国内外に根強いファンを得ている豊田利晃監督の4年ぶりの監督作品、『蘇りの血』が好評だ。歌舞伎や浄瑠璃の演目になっている説話「小栗判官」をモチーフにしたという本作は、人間が世界を支配するはるか以前の時代を舞台にした寓話の世界。地の果てのような場所で出会う男女の強い愛を描くラブストーリーを軸に、人間の再生というテーマがファンタジックに綴られていく。そんな豊田監督の野心作で、主人公に献身的な愛を捧げるヒロインを、草刈正雄の愛娘である草刈麻有が熱演! 豊田組の現場の感想や、女優という仕事についてまで、さまざまな話を聞いた。

■取材・構成・撮影/床板京平(OFFICE NIAGARA)

奥が深い豊田利晃監督の作品がもともと大好きでした!

―― 今回の『蘇りの血』ご出演に関係なく、もともと豊田利晃監督のファンだったそうですね。

はい。豊田監督の作品はどれもとても凝っていて、比較的アンダーグラウンドな世界観が描かれているような気がするので、そこが大好きです。わたしはもともとホラー映画なども平気なタイプで、小さいころからかなり観ていたので、ちょっと怖いシーンがあっても大丈夫ですね(笑)。

 ―― 今回の『蘇りの血』については、鑑賞された後にどんなご感想をお持ちになりましたか?

観ていてドキドキする感じが楽しいというか、わたしはハッピーエンドの作品よりも、ちょっと考えさせられて、奥が深い映画のほうが好きですね。『蘇りの血』も少し難しくて、なんともいえない感じがいいです。自分が出ていますが、難しい映画だと思いました(笑)。考えるよりは、感じる映画ですよね。主人公オグリのことを想い、いざり車を引いているシーンが印象的でした。

 ―― そのいざり車を引いているシーンは、どんなことを考えながら演じていたのでしょうか?

何も考えていない――というわけじゃないですけど(笑)、ただ、オグリを助けたい一心で、そういうこと想いながら演じていました。テルテ姫の役の気持ちのままですね。オグリに対する一途な気持ちを意識して、ただ一生懸命にいざり車を引きました。そんな印象です。でも、わたしは力には自信があったのですが、道が舗装されているわけじゃないのですごく重かったです(笑)。
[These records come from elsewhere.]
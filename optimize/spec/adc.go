package spec

import (
	"fmt"
	"math"
	"regexp"
	"strings"

	"plumb/catalog/units"
	"plumb/optimize/family"
)

// ADC is the converter the stage drives: what it reads and how wrong its
// own figures let it be. Every error figure is held as a fraction of the
// full-scale range (FSR, the span of Range): a datasheet's LSB is
// 1/2^Bits of it, its % FS is that fraction, and a figure in volts is
// divided by the nominal span.
type ADC struct {
	// Bits is the resolution; one LSB is FSR/2^Bits.
	Bits int `json:"bits"`
	// Range is the input range at the nominal reference, V.
	Range Range `json:"range_v"`
	// PerRef, when the range was written relative to the reference
	// ("0..1 x ref"), holds it in multiples of the reference voltage.
	PerRef *Range `json:"range_x_ref,omitempty"`
	// SharedRef is true when the ADC uses the spec's reference block (the
	// one the stage's reference input sees): its errors then enter both.
	SharedRef bool `json:"shared_reference"`
	// Own is the ADC's own reference (internal or separate) when it does
	// not use the spec's: V may be 0 when the range is absolute.
	Own ADCReference `json:"own_reference"`
	// GainError, OffsetError and INL are datasheet maximums, fractions of
	// FSR; GainDrift and OffsetDrift the same per K.
	GainError   ADCFigure `json:"gain_error"`
	OffsetError ADCFigure `json:"offset_error"`
	INL         ADCFigure `json:"inl"`
	GainDrift   ADCFigure `json:"gain_drift_per_k"`
	OffsetDrift ADCFigure `json:"offset_drift_per_k"`
}

// ADCReference is an ADC's own reference.
type ADCReference struct {
	V         float64   `json:"v"`
	Tolerance ADCFigure `json:"tolerance"`   // fraction
	Drift     ADCFigure `json:"drift_per_k"` // fraction per K
}

// ADCFigure is one figure of an ADC block; a figure not written is not
// Given (unknown, never zero: package assume gives it a default).
type ADCFigure struct {
	V     float64 `json:"v"`
	Given bool    `json:"given"`
}

// FullScale is the nominal full-scale range, V.
func (a *ADC) FullScale() float64 { return a.Range.Span() }

// LSB is the size of one code at the nominal reference: FSR/2^N (any ADC
// textbook; common practice).
func (a *ADC) LSB() float64 { return a.FullScale() / math.Exp2(float64(a.Bits)) }

// Codes is 2^Bits, the number of codes: LSB per full scale.
func (a *ADC) Codes() float64 { return math.Exp2(float64(a.Bits)) }

// MaxBits bounds adc.bits: converters of more than 32 bits are not sold,
// and 2^32 codes keep every LSB figure exact in a float64.
const MaxBits = 32

type rawADC struct {
	Bits         string  `yaml:"bits"`
	Range        string  `yaml:"range"`
	Reference    string  `yaml:"reference"`
	OwnReference *rawRef `yaml:"own_reference"`
	GainError    string  `yaml:"gain_error"`
	OffsetError  string  `yaml:"offset_error"`
	INL          string  `yaml:"inl"`
	GainDrift    string  `yaml:"gain_drift"`
	OffsetDrift  string  `yaml:"offset_drift"`
}

// Where an ADC takes its reference (adc.reference).
const (
	ADCRefChannel = "channel"
	ADCRefOwn     = "own"
)

// reRelative matches a range written in multiples of the reference:
// "0..1 x ref", "±1 × ref", "-1..1*Vref".
var reRelative = regexp.MustCompile(`(?i)^(.*?)\s*(?:x|×|\*)\s*v?ref$`)

// parseADC reads the adc block and the channel limits that depend on it
// (limits.total_error, limits.total_drift).
func parseADC(p *problems, r *rawSpec, s *Spec) {
	ra := r.ADC
	if ra == nil {
		for i, text := range []string{r.Limits.TotalError, r.Limits.TotalDrift} {
			if path := [2]string{"limits.total_error", "limits.total_drift"}[i]; text != "" {
				p.add(path, "needs an adc block: the channel's total error is counted at the ADC (give adc.bits, adc.range and adc.reference)")
			}
		}
		return
	}
	a := &ADC{}
	s.ADC = a
	if ra.Bits == "" {
		p.add("adc.bits", "missing; give the resolution in bits, e.g. 12")
	} else {
		a.Bits = count(p, "adc.bits", ra.Bits, 1, MaxBits, "bits")
	}
	switch ref := strings.TrimSpace(ra.Reference); {
	case ref == ADCRefChannel && ra.OwnReference != nil:
		p.add("adc.own_reference", "given, but adc.reference is channel; remove one of them")
	case ref == ADCRefChannel:
		a.SharedRef = true
		if r.Reference == nil {
			p.add("adc.reference", "is channel, but the spec has no reference block; give reference.voltage (and its tolerance and drift), or an adc.own_reference")
		}
	case ref == ADCRefOwn, ref == "" && ra.OwnReference != nil:
	case ref == "":
		p.add("adc.reference", "missing; write channel (the ADC uses the spec's reference block) or own (with adc.own_reference: voltage, tolerance, drift)")
	default:
		p.add("adc.reference", "%q is not a choice; write channel (the spec's reference block) or own (an internal or separate reference, figures under adc.own_reference)", ref)
	}
	if o := ra.OwnReference; o != nil {
		if o.Voltage != "" {
			a.Own.V = magnitude(p, "adc.own_reference.voltage", o.Voltage, datasheetMax, field(p, "adc.own_reference.voltage", o.Voltage, uVolt))
		}
		if o.Tolerance != "" {
			a.Own.Tolerance = ADCFigure{magnitude(p, "adc.own_reference.tolerance", o.Tolerance, datasheetMax, fractionField(p, "adc.own_reference.tolerance", o.Tolerance)), true}
		}
		if o.Drift != "" {
			a.Own.Drift = ADCFigure{magnitude(p, "adc.own_reference.drift", o.Drift, datasheetMax, tempcoField(p, "adc.own_reference.drift", o.Drift)), true}
		}
		if o.Impedance != "" {
			p.add("adc.own_reference.impedance", "is not used for an ADC's reference; remove it")
		}
		if o.Part != "" {
			p.add("adc.own_reference.part", "is not taken here: an ADC's own reference is given by its figures; to pick a reference from the catalog, give it as the spec's reference (part: auto) and write adc.reference: channel")
		}
	}
	parseADCRange(p, ra, s)
	fs := 0.0
	if !p.failed("adc.range", "adc.reference", "adc.own_reference", "reference") {
		fs = a.FullScale()
	}
	codes := 0.0
	if !p.failed("adc.bits") && a.Bits > 0 {
		codes = a.Codes()
	}
	a.GainError = adcFigure(p, "adc.gain_error", ra.GainError, codes, fs, false)
	a.OffsetError = adcFigure(p, "adc.offset_error", ra.OffsetError, codes, fs, false)
	a.INL = adcFigure(p, "adc.inl", ra.INL, codes, fs, false)
	a.GainDrift = adcFigure(p, "adc.gain_drift", ra.GainDrift, codes, fs, true)
	a.OffsetDrift = adcFigure(p, "adc.offset_drift", ra.OffsetDrift, codes, fs, true)
	l := &s.Limits
	l.TotalError, l.TotalErrorInLSB = channelLimit(p, "limits.total_error", r.Limits.TotalError, codes)
	l.TotalDrift, l.TotalDriftInLSB = channelLimit(p, "limits.total_drift", r.Limits.TotalDrift, codes)
}

// parseADCRange reads adc.range: absolute ("0..4.096V", "±2.5V") or in
// multiples of the reference ("0..1 x ref", "±1 x ref").
func parseADCRange(p *problems, ra *rawADC, s *Spec) {
	a := s.ADC
	text := strings.TrimSpace(ra.Range)
	if text == "" {
		p.add("adc.range", "missing; give the input range, absolute (0..4.096V, ±2.5V) or relative to the reference (0..1 x ref, ±1 x ref)")
		return
	}
	m := reRelative.FindStringSubmatch(text)
	if m == nil {
		a.Range = rangeField(p, "adc.range", text, uVolt)
	} else {
		lo, hi, err := relativeRange(m[1])
		if err != nil {
			p.add("adc.range", "%q: %v; write the multiples of the reference as 0..1 x ref, -1..1 x ref or ±1 x ref", text, err)
			return
		}
		a.PerRef = &Range{Min: lo, Max: hi}
		vref := a.Own.V
		if a.SharedRef && s.Reference != nil {
			vref = s.Reference.V
		}
		if vref <= 0 {
			if !p.failed("adc.reference", "adc.own_reference", "reference") {
				p.add("adc.range", "%q is relative to the reference, but no reference voltage is known; give adc.own_reference.voltage (or use reference: channel)", text)
			}
			return
		}
		a.Range = Range{Min: lo * vref, Max: hi * vref}
	}
	if !p.failed("adc.range") && !(a.Range.Max > a.Range.Min) {
		p.add("adc.range", "%q gives no span; the upper end must lie above the lower", text)
	}
}

// relativeRange reads the multiples of a relative range: "0..1", "-1..1"
// or "±1".
func relativeRange(t string) (lo, hi float64, err error) {
	t = strings.TrimSpace(t)
	if strings.HasPrefix(t, "±") || strings.HasPrefix(t, "+-") {
		return units.ParseSymmetric(strings.Replace(t, "+-", "±", 1), "")
	}
	return units.ParseRange(t, "")
}

// reFS matches a trailing "FS" or "FSR" after a percent or ppm figure
// ("0.05%FS", "0.05 % FSR", "50 ppm FS/K"), which says of what the
// fraction is; it is dropped before the figure is read.
var reFS = regexp.MustCompile(`(?i)\s*(?:of\s+)?fsr?\b`)

// adcFigure reads one ADC error figure: in LSB ("±2LSB"), as a fraction
// of full scale ("0.05%", "0.05% FS", "500ppm") or in volts ("2mV"); a
// drift in LSB/K, ppm/K (of full scale) or V/K. It returns the figure as a
// fraction of full scale (per K for a drift). codes or fs of 0 mean the
// bits or the range failed: a figure that needs them is then skipped.
func adcFigure(p *problems, path, text string, codes, fs float64, drift bool) ADCFigure {
	if text == "" {
		return ADCFigure{}
	}
	v, inLSB, inVolts, err := readADCFigure(text, drift)
	if err != nil {
		p.add(path, "%v", err)
		return ADCFigure{}
	}
	if v < 0 {
		p.add(path, "%q must not be negative: a datasheet maximum is a magnitude; write %s", text, unsigned(text))
		return ADCFigure{}
	}
	switch {
	case inLSB && codes == 0, inVolts && fs == 0:
		return ADCFigure{}
	case inLSB:
		v /= codes
	case inVolts:
		v /= fs
	}
	return ADCFigure{v, true}
}

// readADCFigure reads text in LSB, a fraction of full scale or volts (per
// K for a drift). A ± in front gives the magnitude.
func readADCFigure(text string, drift bool) (v float64, inLSB, inVolts bool, err error) {
	t := strings.TrimSpace(text)
	low := strings.ToLower(t)
	example := "±2LSB, 0.05% (of full scale) or 2mV"
	if drift {
		example = "0.1LSB/K, 2ppm/K (of full scale) or 5uV/K"
	}
	switch {
	case strings.Contains(low, "lsb"):
		if drift {
			i := strings.Index(low, "lsb")
			per := strings.TrimSpace(low[i+3:])
			if per != "/k" && per != "/°c" && per != "/c" {
				return 0, false, false, fmt.Errorf("%q is not a drift in LSB per kelvin; write it like %s", text, example)
			}
			t = t[:i+3]
		}
		if v, err = lsbValue(t); err != nil {
			return 0, false, false, fmt.Errorf("%q is not a figure in LSB; write it like %s", text, example)
		}
		return v, true, false, nil
	case drift && strings.Contains(low, "v/"):
		v, err = parseQuantity(t, uVPerK)
		return v, false, true, err
	case drift:
		v, err = parsePPMPerK(reFS.ReplaceAllString(t, ""))
		if err != nil {
			return 0, false, false, fmt.Errorf("%q is not a drift of full scale; write it like %s", text, example)
		}
		return v, false, false, nil
	case strings.HasSuffix(low, "v"):
		v, err = parseQuantity(strings.TrimPrefix(t, "±"), uVolt)
		return v, false, true, err
	}
	v, err = parseFraction(reFS.ReplaceAllString(t, ""))
	if err != nil {
		return 0, false, false, fmt.Errorf("%q is not a figure in LSB, a fraction of full scale or volts; write it like %s", text, example)
	}
	return math.Abs(v), false, false, nil
}

// lsbValue reads "2LSB", "±0.5 LSB" (the magnitude) through catalog/units.
func lsbValue(t string) (float64, error) {
	if strings.HasPrefix(t, "±") {
		_, hi, err := units.ParseSymmetric(t, "LSB")
		return hi, err
	}
	return units.ParseQuantity(t, "LSB")
}

// channelLimit reads limits.total_error or limits.total_drift, in LSB or as
// a fraction of full scale ("0.05%", "0.05% FS"), into a fraction of full
// scale, and says whether it was written in LSB.
func channelLimit(p *problems, path, text string, codes float64) (fs float64, inLSB bool) {
	if text == "" {
		return 0, false
	}
	t := strings.TrimSpace(text)
	var v float64
	var err error
	if inLSB = strings.Contains(strings.ToLower(t), "lsb"); inLSB {
		v, err = lsbValue(t)
	} else {
		v, err = parseFraction(reFS.ReplaceAllString(t, ""))
	}
	switch {
	case err != nil:
		p.add(path, "%q is not in LSB or a fraction of full scale; write it like 2LSB or 0.05%%", text)
	case v <= 0:
		p.add(path, "%q must be positive; leave the limit out to have none", text)
	case inLSB && codes > 0:
		v /= codes
	}
	return v, inLSB
}

// checkADC finds contradictions between the adc block and the rest of the
// spec once every field has parsed.
func checkADC(p *problems, s *Spec) {
	a := s.ADC
	if a == nil {
		return
	}
	if a.SharedRef {
		for _, f := range familiesWith(s, func(f *family.Family) bool { return f.Reference == family.RefNone }) {
			p.add("adc.reference", "is channel, but family %s has no reference block; give the ADC's reference under adc.own_reference", f.Name)
			return
		}
	}
}

// RefAuto in reference.part asks the search to pick the reference from the
// catalog.
const RefAuto = "auto"

// Auto reports whether the search picks the reference from the catalog.
func (r *Reference) Auto() bool { return r != nil && r.Part == RefAuto }

// parseRefPart reads reference.part: auto, for a reference the search
// picks from the catalog's references of the voltage given, whose figures
// are then the part's.
func parseRefPart(p *problems, ref *rawRef, r *Reference) {
	switch part := strings.TrimSpace(ref.Part); {
	case part == "":
	case part != RefAuto:
		p.add("reference.part", "%q is not a choice here; write auto to have the search pick the reference from the catalog (a design file names the part it uses), or leave it out and give the figures", part)
	default:
		r.Part = RefAuto
		for _, f := range []struct{ path, text string }{{"reference.tolerance", ref.Tolerance}, {"reference.drift", ref.Drift}} {
			if f.text != "" {
				p.add(f.path, "given with part: auto; the figures are the catalog part's: remove it, or give the figures without part")
			}
		}
	}
}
一途なテルテ姫は自分で言うのもアレですが、似ています(笑)

 ―― ところで、豊田利晃監督のイメージですが、出会われた前と後では印象が違いましたか?

少し違いました。作品が凝っているので、細かくたくさんの演技指導があると思っていましたが、全然違って、自由にそのままでいいよと言われてビックリしました。動きなどで細かい演出はありましたが、わりと自分が思い描いていたままでしたね。いろいろと言ってくださる場合もありがたいですが、豊田監督はテルテ姫のことに対してはお任せだったので、やりやすかったですね。

 ―― 意外な気もしますが、豊田監督の言葉のなかで印象に残っているフレーズはありますか?

「そのままで大丈夫です」、みたいな優しい言葉が印象に残っています(笑)。いままでの現場では厳しかったというか、まず気持ちの説明をしっかりと受けて、その場合はそれに合う動きをするという細かい説明がありましたが、『蘇りの血』ではなかった。わたしはそれほど経験があるわけじゃないですが、比べると今までは細かい指示が多かった。豊田監督はまるで違いましたね。

 ―― 先ほどテルテ姫を一途な女性と言われましたが、どういう女性と理解して演じましたか?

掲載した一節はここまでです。